One of the coolest parts of motherhood is observing the changes that happen in your child as s/he grows. But guess who else is changing? You. Countless transitions occur in your own body as you move from months of being a human incubator to recovery and beyond. Just as you carefully guide your child’s development, it’s important to offer yourself extra attention as you navigate postpartum life. Here are a few tips to keep in mind:
1- The hormones that wreak havoc on your body during pregnancy don’t magically disappear after delivery! Be aware that the ligament laxity of pregnancy continues, especially if you’re breastfeeding. This can impact your pelvis, SI joints, and back, causing pain and instability as you lift a carseat, reach into the crib, and get down on the floor to change a diaper. Without proper alignment and muscle strengthening, problems often arise. Flat arches? Yep, you can expect this to continue thanks in part to pregnancy hormones. Properly strengthening the feet is essential to support your body in your breastfeeding days. And, please! If you go running or try plyometrics too soon and it doesn’t feel good, stop! Work on your body’s foundational support first to prevent injury so you can run and jump safely.
2- Kegels are NOT the be-all, end-all to pelvic floor recovery. In fact, too much Kegeling can actually lead to pelvic floor issues like leaking. By holding a Kegel for extended periods or over contracting the pelvic floor, these muscles are unable to lengthen and do their job appropriately when the, ahem, pressure’s on (ex: when sneezing or lifting your baby). Yikes! For prolapse, don’t count on Kegels to hold it all in. There’s more to be done, like pressure management, abdominal recruitment, and breathing strategies. And did you know that problems from a weak pelvic floor can mimic some of the same problems as an overused, tight pelvic floor? (Gasp!) Find a qualified pelvic floor physical therapist to help you determine what’s really going on and guide your recovery. Don’t know where to look? Ask a trusted friend or OBGYN for a recommendation.
3-STOP THE POTTY SQUAT! Ladies, believe me, I know that motherhood will take you places you never DREAMED you’d go. The nastiest gas station bathroom, you’ll be there. You may actually have to use the facilities along with your potty training child. I get it: the last thing you want is to sit on that potty. But squatting to pee actually harms your pelvic floor! When you squat, your pelvic floor doesn’t completely relax. And when you pee, you need it to relax so that the bladder can empty fully. Urine remaining in your bladder increases your risk of infection and/or leaking with exercise, coughing, or sneezing. Instead, wipe that seat down and have a seat. I know: gross. But in my opinion, leaking and infections are worse. Go for pelvic floor safety!

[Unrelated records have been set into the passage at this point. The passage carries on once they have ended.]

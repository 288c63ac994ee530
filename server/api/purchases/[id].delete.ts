import { eq } from 'drizzle-orm'
import { purchases } from '../../db/schema'
import { idParam } from '#shared/schemas/common'

export default defineEventHandler(async (event) => {
  const auth = await requireAuth(event, 'money:write')
  const { id } = await readParamsWith(event, idParam)
  return withFirm(auth, async (f) => {
    await findPurchase(f, id, true)
    await f.tx.delete(purchases).where(f.where(purchases, eq(purchases.id, id)))
    await f.audit('purchase.deleted', 'purchase', id, {})
    return { deleted: true }
  })
})
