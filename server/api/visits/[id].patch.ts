import { eq, sql } from 'drizzle-orm'
import { visits } from '../../db/schema'
import { visitUpdateSchema } from '#shared/schemas/visit'
import { idParam } from '#shared/schemas/common'

/** Move, reassign, finish or cancel a visit. */
export default defineEventHandler(async (event) => {
  const auth = await requireAuth(event, 'ledger:write')
  const { id } = await readParamsWith(event, idParam)
  const input = await readBodyWith(event, visitUpdateSchema)
  return withFirm(auth, async (f) => {
    await findVisit(f, auth, id, { lock: true })
    if (input.visitorUserId && !(await isMember(f, input.visitorUserId))) badReference('visitorUserId', 'Choose someone in the firm.')
    const { startsAt, ...rest } = input
    const [v] = await f.tx.update(visits).set({ ...rest, ...(startsAt ? { startsAt: new Date(startsAt) } : {}), updatedAt: sql`now()` })
      .where(f.where(visits, eq(visits.id, id))).returning()
    await f.audit('visit.updated', 'visit', id, { fields: Object.keys(input) })
    return v
  })
})
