import { eq, sql } from 'drizzle-orm'
import { quotes, quoteVersions } from '../../../db/schema'
import { idParam } from '#shared/schemas/common'

/**
 * Start the next version from a sent or declined one (the sent one stays as the customer saw it,
 * but its link can no longer accept it). Refused once any version has been accepted.
 */
export default defineEventHandler(async (event) => {
  const auth = await requireAuth(event, 'ledger:write')
  const { id } = await readParamsWith(event, idParam)
  return withFirm(auth, async (f) => {
    const quote = await findOr404(f, quotes, id, { lock: true })
    const version = await currentVersion(f, quote, true)
    if (version.status === 'draft') throw createError({ statusCode: 409, statusMessage: 'Already a draft', data: { message: 'The current version is still a draft: change it directly.' } })
    if (version.status === 'accepted' || await anyAccepted(f, id)) throw createError({ statusCode: 409, statusMessage: 'Already accepted', data: { message: 'The customer accepted this quote; it is not revised. For more work, make a new quote.' } })
    // the version the customer holds is withdrawn now: their link shows that the quote was revised
    // and can no longer be accepted, so two versions can never both be accepted
    if (version.status === 'sent') await f.tx.update(quoteVersions).set({ status: 'superseded' }).where(f.where(quoteVersions, eq(quoteVersions.id, version.id)))
    const lines = await versionLines(f, version.id)
    const { id: _id, firmId: _f, version: n, status: _s, sentAt: _sa, tokenHash: _th, tokenExpiresAt: _te, respondedAt: _ra, acceptedName: _an, respondedIp: _ri, declineReason: _dr, createdAt: _c, updatedAt: _u, ...content } = version
    const [next] = await f.tx.insert(quoteVersions).values(f.values({ ...content, version: n + 1, status: 'draft' as const, createdBy: auth.userId })).returning()
    await saveLines(f, next!.id, lines.map(({ id: _l, firmId: _lf, versionId: _v, ...l }) => l))
    await refreshTotals(f, next!.id)
    await f.tx.update(quotes).set({ currentVersion: n + 1, updatedAt: sql`now()` }).where(f.where(quotes, eq(quotes.id, id)))
    await f.audit('quote.revised', 'quote', id, { version: n + 1 })
    return quoteDetail(f, id)
  })
})
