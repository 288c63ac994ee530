import { and, eq, ne, sql } from 'drizzle-orm'
import { customers, enquiries, quotes, quoteVersions } from '../../../db/schema'
import { idParam } from '#shared/schemas/common'
import { fullDate } from '#shared/utils/dates'

/**
 * Send the draft: it becomes the version the customer sees, can no longer change, and gets a
 * link (an unguessable token, only its hash kept, expiring with the quote). Earlier sent
 * versions are superseded; the enquiry moves to "quoted".
 *
 * The e-mail goes before the transaction commits: if the mail server refuses it or cannot be
 * reached, nothing is written (the quote stays a draft, so it can be sent again) and the answer is
 * a 502 that says so. Should the commit itself fail after the e-mail went, the customer holds a link
 * that shows "this link does not work" until the quote is sent again: never a quote marked sent
 * that nobody received.
 */
export default defineEventHandler(async (event) => {
  const auth = await requireAuth(event, 'ledger:write')
  const { id } = await readParamsWith(event, idParam)
  const { token, hash } = newLinkToken(auth.firmId)
  const sent = await withFirm(auth, async (f) => {
    const quote = await findOr404(f, quotes, id, { lock: true })
    const version = await currentVersion(f, quote, true)
    if (version.status !== 'draft') throw createError({ statusCode: 409, statusMessage: 'Already sent', data: { message: 'This version has already been sent.' } })
    if (await anyAccepted(f, id)) throw createError({ statusCode: 409, statusMessage: 'Already accepted', data: { message: 'The customer has accepted an earlier version of this quote, so this one is not sent. For more work, make a new quote.' } })
    const lines = await versionLines(f, version.id)
    if (!lines.length) throw fieldError({ lines: 'Add at least one line before sending.' })
    const [customer] = await f.tx.select().from(customers).where(f.where(customers, eq(customers.id, quote.customerId)))
    if (!customer!.email) throw fieldError({ email: `${customer!.name} has no e-mail address: add one on their page first.` })
    const expires = new Date(`${version.validUntil}T23:59:59Z`)
    if (expires.getTime() < Date.now()) throw fieldError({ validUntil: 'The quote would already have expired: pick a later date.' })
    const totals = await refreshTotals(f, version.id)
    await f.tx.update(quoteVersions).set({ status: 'superseded' })
      .where(f.where(quoteVersions, eq(quoteVersions.quoteId, id), eq(quoteVersions.status, 'sent'), ne(quoteVersions.id, version.id)))
    await f.tx.update(quoteVersions).set({ status: 'sent', sentAt: sql`now()`, tokenHash: hash, tokenExpiresAt: expires })
      .where(f.where(quoteVersions, eq(quoteVersions.id, version.id)))
    if (quote.enquiryId) {
      const [e] = await f.tx.select({ status: enquiries.status }).from(enquiries).where(f.where(enquiries, and(eq(enquiries.id, quote.enquiryId))))
      if (e && canMoveEnquiry(e.status, 'quoted')) await moveEnquiry(f, quote.enquiryId, 'quoted', null)
    }
    await f.audit('quote.sent', 'quote', id, { version: version.version, totalPence: totals.grossPence })
    const detail = await quoteDetail(f, id)
    const firm = await firmContact(f)
    try {
      await sendFirmMail(firm, {
        to: customer!.email,
        subject: `Your quote ${detail.reference} from ${firm.tradingName}`,
        text: [
          `Hello ${customer!.contactName || customer!.name},`,
          '',
          `${firm.tradingName} has sent you quote ${detail.reference} for ${formatPence(totals.grossPence)}${totals.reverseChargeVatPence ? ' (reverse charge: you account for the VAT)' : ''}.`,
          `It is good until ${fullDate(version.validUntil)}.`,
        ].join('\n'),
        links: [{ label: 'Open it, download it, and accept or decline it here', url: appLink(`/q/${token}`) }],
        after: 'The link is for you only; please do not forward it. Any questions, reply to this e-mail.',
      })
    }
    catch (err) {
      console.error('[mail] quote not sent:', (err as Error).message)
      // thrown inside the transaction, so the quote stays a draft
      throw createError({ statusCode: 502, statusMessage: 'E-mail not sent', data: { message: `The e-mail to ${customer!.email} could not be sent, so the quote is still a draft. Check the address and try again in a few minutes.` } })
    }
    return { detail }
  })
  return sent.detail
})
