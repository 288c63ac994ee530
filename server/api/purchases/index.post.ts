import { purchases } from '../../db/schema'
import { purchaseSchema } from '#shared/schemas/purchase'

/** Record a purchase, split across the jobs it was for. */
export default defineEventHandler(async (event) => {
  const auth = await requireAuth(event, 'money:write')
  const { jobs: split, ...input } = await readBodyWith(event, purchaseSchema)
  return withFirm(auth, async (f) => {
    await checkJobs(f, split)
    const [row] = await f.tx.insert(purchases).values(f.values({ ...input, createdBy: f.userId })).returning()
    await saveSplit(f, row!.id, split)
    await f.audit('purchase.recorded', 'purchase', row!.id, { netPence: input.netPence })
    setResponseStatus(event, 201)
    return purchaseDetail(f, row!.id)
  })
})
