/** An account's statement lines still to match: one action for them all, waiting since the oldest. */
export function bankLinesAction(r: { accountId: string, account: string, open: number, oldest: string }, today: string): NextAction {
  return make('bank-lines-open', r.accountId, r.oldest, today, {
    title: `Match ${r.open === 1 ? 'a line' : `${r.open.toLocaleString('en-GB')} lines`} of the bank statement`,
    detail: join(r.account, `${r.open === 1 ? 'from' : 'the oldest from'} ${longIsoDate(r.oldest)}`),
    href: '/bank',
    actionLabel: 'Match them',
  })
}

export function purchaseNoReceiptAction(r: { id: string, supplier: string, boughtOn: string, grossPence: number }, today: string): NextAction {
  return make('purchase-no-receipt', r.id, r.boughtOn, today, {
    title: `Add the receipt for ${r.supplier}`,
    detail: join(formatPence(r.grossPence), `bought ${longIsoDate(r.boughtOn)}`),
    href: `/purchases/${r.id}`,
    actionLabel: 'Add the receipt',
  })
}

/**
 * The VAT return of the quarter ended last, while its due date is ahead (or today). A firm that is
 * not VAT-registered gets none: the server does not ask for one. A rule of thumb from gov.uk
 * ("VAT Returns": one calendar month and seven days after the quarter), deferring to HMRC.
 */
export function vatReturnAction(q: { start: string, end: string, returnDue: string }, today: string): NextAction | null {
  if (today <= q.end || today > q.returnDue) return null
  const left = daysBetween(today, q.returnDue)
  return {
    kind: 'vat-return-due',
    key: `vat-return-due:${q.start}`,
    title: `VAT return for ${longIsoDate(q.start)} to ${longIsoDate(q.end)}`,
    detail: join(`due by ${longIsoDate(q.returnDue)}`, left === 0 ? 'today' : `in ${daysInWords(left)}`, 'as HMRC\'s guidance says: check with your accountant'),
    href: `/quarter?quarterOf=${q.start}`,
    actionLabel: 'See the quarter',
    since: addDays(q.end, 1),
    urgency: KIND_URGENCY['vat-return-due'] + Math.min(MAX_WAIT_BONUS, Math.max(0, RETURN_DUE_AHEAD_DAYS - left)),
  }
}

/**
 * The monthly CIS return of the tax month ended last, due on the 19th, for a firm registered for
 * CIS that paid labour to others that month (then it is a contractor too). Rule of thumb from
 * gov.uk ("What you must do as a CIS contractor"), deferring to HMRC.
 */
export function cisReturnAction(m: { start: string, end: string, returnDue: string }, today: string): NextAction | null {
  if (today <= m.end || today > m.returnDue) return null
  const left = daysBetween(today, m.returnDue)
  return {
    kind: 'cis-return-due',
    key: `cis-return-due:${m.start}`,
    title: `CIS monthly return for ${longIsoDate(m.start)} to ${longIsoDate(m.end)}`,
    detail: join(`due by ${longIsoDate(m.returnDue)}`, left === 0 ? 'today' : `in ${daysInWords(left)}`, 'you paid labour to others that month: check with HMRC\'s guidance'),
    href: '/cis',
    actionLabel: 'See CIS',
    since: addDays(m.end, 1),
    urgency: KIND_URGENCY['cis-return-due'] + Math.min(MAX_WAIT_BONUS, Math.max(0, 14 - left) * 6),
  }
}

/** What the owner's "set the firm up" prompts check, as the server counted it. */
export interface FirmSetup {
  createdAt: string | Date
  hasAddress: boolean
  hasPhoneOrEmail: boolean
  /** takes transfers but the account is not filled in */
  bankMissing: boolean
  dayRateSet: boolean
  /** roles with a member or an invitation still open */
  rolesIn: readonly string[]
}

const ROLE_WORDS: Record<'office' | 'crew' | 'accountant', string> = { office: 'your office partner', crew: 'your crew', accountant: 'your accountant' }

4- Postpartum is forever! (Sniff) As your kiddos grow and grow up, your body will change as will your activities. In your immediate post-delivery days, you’ll probably go for walks. But later you may try running, mommy boot camp, lifting weights, or even HIIT. Diastasis, SI joint problems, leaks, low back pain, etc. that began during or after pregnancy don’t just disappear. And fitness demands may make them worse. It’s not uncommon for women six or 16 years after their last child to still be experiencing leaks. So take care of you, starting day one! Find a qualified trainer or physical therapist to help you with any pain or pelvic floor issues. With careful guidance, s/he can get your muscles balanced, your alignment improved, your breathing patterns deeper and more expansive, and movement patterns safer to help you are at your best and can prevent issues from arising down the road.
With these tips in mind, I hope you feel empowered! But if you find you need a little help, don’t be embarrassed! Postpartum pelvic floor, hip, and SI joint issues are super common and very treatable. Knowing how to care for yourself as you care for others will keep you safe and happy for years to come.